WHAT TO DO: Look through the entries and count each line that includes the string "adapter". Reply with the number alone.

━━━━━ RECORDS FOR THE EXERCISE ━━━━━

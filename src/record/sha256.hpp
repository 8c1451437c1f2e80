// SHA-256 through OpenSSL libcrypto (EVP), as lower-case hex.
#pragma once

#include <string>
#include <string_view>

namespace loadtrim::record {

std::string sha256_hex(std::string_view data);
// Of a whole file; empty string when the file cannot be read.
std::string sha256_file(const std::string& path);

}  // namespace loadtrim::record
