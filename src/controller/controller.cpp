#include "controller/controller.hpp"

#include <algorithm>
#include <cmath>
#include <exception>

#include "core/envelope.hpp"
#include "core/problem.hpp"

namespace loadtrim::controller {

using core::num;

const char* to_string(Result::Status s) {
  switch (s) {
    case Result::Status::ok:
      return "ok";
    case Result::Status::retryable:
      return "retryable";
    case Result::Status::fatal:
      return "fatal";
  }
  return "unknown";
}

bool ControllerInfo::has(std::string_view c) const {
  std::size_t pos = 0;
  while (pos <= capabilities.size()) {
    auto end = capabilities.find(',', pos);
    if (end == std::string::npos) end = capabilities.size();
    if (std::string_view(capabilities).substr(pos, end - pos) == c) return true;
    pos = end + 1;
  }
  return false;
}

namespace {
// Bounds on what a controller may state or read back, whatever the adapter: they catch what cannot be a
// reading at all (garbage, a sign or unit error of orders of magnitude), not a wrong dyno (check_identity
// and the read-back comparison do that). Every test is written so that NaN fails it. The ceilings are
// beyond any chassis dyno (common practice, no source); 1e6 N is the samples' bound (ingest).
constexpr double kMaxRollerDiameterM = 10.0;
constexpr double kMaxInertiaKg = 1e6;
constexpr double kMaxSpeedKmh = 1000.0;
constexpr double kMaxForceN = 1e6;

// "" when 0 < v ≤ most, else what is wrong.
std::string positive_up_to(const char* what, double v, double most, const char* unit) {
  if (v > 0.0 && v <= most) return "";
  return std::string(what) + " of " + num(v) + " " + unit + " (allowed: above 0, up to " + num(most) + " " +
         unit + ")";
}

// "" when the curve is finite and |F(v)| ≤ kMaxForceN from standstill to the speed limit (200 km/h when none
// is configured: common practice, no source).
std::string plausible_curve(const core::RoadLoad& c, double max_speed_kmh) {
  if (!c.finite())
    return "coefficients (" + num(c.f0_n) + ", " + num(c.f1_n_per_kmh) + ", " + num(c.f2_n_per_kmh2) +
           ") are not finite";
  const double top = max_speed_kmh > 0.0 ? max_speed_kmh : 200.0;
  const core::CurvePoint p = core::max_abs_on(c, 0.0, top);
  if (std::abs(p.force_n) <= kMaxForceN) return "";
  return "coefficients (" + num(c.f0_n) + ", " + num(c.f1_n_per_kmh) + ", " + num(c.f2_n_per_kmh2) +
         ") give " + num(p.force_n) + " N at " + num(p.speed_kmh) + " km/h, beyond any dyno (" +
         num(kMaxForceN) + " N)";
}
}  // namespace

double Controller::wall_s() const {
  return std::chrono::duration<double>(Clock::now() - t0_).count();
}

void Controller::lease(std::chrono::milliseconds d) {
  alive_until_.store((Clock::now() + d).time_since_epoch().count());
}
bool Controller::lease_valid() const {
  return Clock::now().time_since_epoch().count() < alive_until_.load();
}

void Controller::set_stopping(bool on) {
  const std::lock_guard<std::recursive_mutex> lock(mu_);
  // The clock was not checked while stopping: its history starts afresh when moving resumes.
  if (stopping_ && !on) {
    clock_.reset();
    time_fresh_start_ = true;
  }
  stopping_ = on;
}

std::uint64_t Controller::epoch() const {
  const std::lock_guard<std::recursive_mutex> lock(mu_);
  return epoch_;
}
std::uint64_t Controller::clear_epoch() const {
  const std::lock_guard<std::recursive_mutex> lock(mu_);
  return clear_epoch_;
}
double Controller::time_scale() const {
  const std::lock_guard<std::recursive_mutex> lock(mu_);
  return time_scale_;
}

template <class F>
Result Controller::guarded(const char* what, F&& f, bool renews_lease) {
  const std::lock_guard<std::recursive_mutex> lock(mu_);
  if (renews_lease) lease(timeouts_.progress_grace);
  try {
    Result r = f();
    if (!r.ok() && r.message.rfind(what, 0) != 0) r.message = std::string(what) + ": " + r.message;
    return r;
  } catch (const std::exception& e) {
    return Result::fail(std::string(what) + ": adapter error: " + e.what());
  } catch (...) {
    return Result::fail(std::string(what) + ": adapter error");
  }
}

Result Controller::connect() {
  return guarded("connect", [&] {
    have_index_ = false;
    pending_.clear();
    pending_fault_.reset();
    pending_fault_is_event_ = false;
    last_sample_wall_ = Clock::now();
    clock_.reset();
    time_fresh_start_ = true;
    malformed_run_ = 0;
    return do_connect(Clock::now() + timeouts_.connect);
  });
}

void Controller::disconnect() {
  const std::lock_guard<std::recursive_mutex> lock(mu_);
  try {
    do_disconnect();
  } catch (...) {  // closing never throws into the caller
  }
}

Result Controller::identify(ControllerInfo& out) {
  return guarded("identify", [&] {
    out.time_scale = 1.0;
    if (Result r = do_identify(out, reply_deadline()); !r.ok()) return r;
    for (const std::string& bad :
         {positive_up_to("roller diameter", out.roller_diameter_m, kMaxRollerDiameterM, "m"),
          positive_up_to("base inertia", out.base_inertia_kg, kMaxInertiaKg, "kg"),
          positive_up_to("maximum speed", out.max_speed_kmh, kMaxSpeedKmh, "km/h"),
          positive_up_to("maximum force", out.max_force_n, kMaxForceN, "N")})
      if (!bad.empty()) return Result::fail("the controller states a " + bad + "; refusing to go on");
    if (!(std::isfinite(out.time_scale) && out.time_scale >= 1e-3))
      return Result::fail("the controller states a clock rate of " + num(out.time_scale) +
                          "× real time, not a rate");
    if (out.time_scale > limits_.max_time_scale)
      return Result::fail("the controller states that its clock runs " + num(out.time_scale) +
                          "× real time; the cell file allows at most " + num(limits_.max_time_scale) +
                          "× (controller.max_time_scale: 1 for a real dyno)");
    // A clock stated slower than real time would stretch every wall deadline: never below real time here.
    time_scale_ = std::max(1.0, out.time_scale);
    ClockRules rules = clock_.rules();
    rules.scale = time_scale_;
    rules.wall_related = limits_.clock_wall_related;
    clock_.set_rules(rules);
    return Result::success();
  });
}

Result Controller::set_inertia(double kg) {
  return guarded("set inertia", [&] {
    if (!(kg > 0.0 && std::isfinite(kg)))
      return Result::fail("inertia " + num(kg) + " kg is not a positive number");
    if (Result r = do_write_inertia(kg, reply_deadline()); !r.ok()) return r;
    double back = 0.0;
    if (Result r = do_read_inertia(back, reply_deadline()); !r.ok()) return r;
    if (std::string bad = positive_up_to("inertia", back, kMaxInertiaKg, "kg"); !bad.empty())
      return Result::fail(readback_source() + " " + bad + "; refusing to go on");
    if (!(std::abs(back - kg) <= setting_tolerance(Setting::inertia, kg)))
      return Result::fail(readback_source() + " " + num(back) + " kg differs from the " + num(kg) +
                          " kg written; refusing to go on");
    return Result::success();
  });
}

Result Controller::set_coefficients(const core::RoadLoad& c) {
  return guarded("set coefficients", [&] {
    if (!c.finite()) return Result::fail("coefficients are not finite");
    if (Result r = do_write_coefficients(c, reply_deadline()); !r.ok()) return r;
    core::RoadLoad back;
    if (Result r = do_read_coefficients(back, reply_deadline()); !r.ok()) return r;
    if (std::string bad = plausible_curve(back, limits_.max_speed_kmh); !bad.empty())
      return Result::fail(readback_source() + " " + bad + "; refusing to go on");
    auto same = [&](Setting q, double b, double w) { return std::abs(b - w) <= setting_tolerance(q, w); };
    if (!same(Setting::f0, back.f0_n, c.f0_n) || !same(Setting::f1, back.f1_n_per_kmh, c.f1_n_per_kmh) ||
        !same(Setting::f2, back.f2_n_per_kmh2, c.f2_n_per_kmh2))
      return Result::fail(readback_source() + " (" + num(back.f0_n) + ", " + num(back.f1_n_per_kmh) + ", " +
                          num(back.f2_n_per_kmh2) + ") differs from what was written (" + num(c.f0_n) + ", " +
                          num(c.f1_n_per_kmh) + ", " + num(c.f2_n_per_kmh2) + "); refusing to go on");
    return Result::success();
  });
}

Result Controller::read_inertia(double& kg) {
  return guarded("read inertia", [&] {
    if (Result r = do_read_inertia(kg, reply_deadline()); !r.ok()) return r;
    if (std::string bad = positive_up_to("inertia", kg, kMaxInertiaKg, "kg"); !bad.empty())
      return Result::fail("the controller reads back an " + bad);
    return Result::success();
  });
}
Result Controller::read_coefficients(core::RoadLoad& c) {
  return guarded("read coefficients", [&] {
    if (Result r = do_read_coefficients(c, reply_deadline()); !r.ok()) return r;
    if (std::string bad = plausible_curve(c, limits_.max_speed_kmh); !bad.empty())
      return Result::fail("the controller reads back " + bad);
    return Result::success();
  });
}
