CellLogEntry find_in_cell_log(const std::string& checks_root, const std::string& cell,
                              const std::string& origin, std::vector<std::string>& notes) {
  CellLogEntry e;
  if (checks_root.empty() || cell.empty()) return e;
  const std::string path = (fs::path(checks_root) / identity_name(cell) / "cell-log.jsonl").string();
  std::error_code ec;
  if (!fs::exists(path, ec)) {
    notes.push_back("no cell log at " + path + "; not consulted");
    return e;
  }
  std::vector<json> recs;
  const VerifyResult v = read_log(path, &recs);
  if (!v.ok) {
    notes.push_back("the cell log " + path + " is broken (" + v.message + "); not consulted");
    return e;
  }
  e.consulted = true;
  e.path = path;
  for (const auto& r : recs)
    if (r.value("type", "") == "seal" && r.value("origin", "") == origin) {
      e.found = true;
      e.seq = r.value("seq", std::uint64_t{0});
      e.utc = r.value("utc", "");
      e.seal = r.value("seal", "");
      e.seal_seq = r.value("seal_seq", std::uint64_t{0});
    }
  return e;
}

}  // namespace

FolderVerdict verify_folder(const std::string& folder, const VerifyOptions& opt) {
  return verify_folder(folder, opt, nullptr);
}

━━━━━

ANSWER TO THE PROBLEM: 3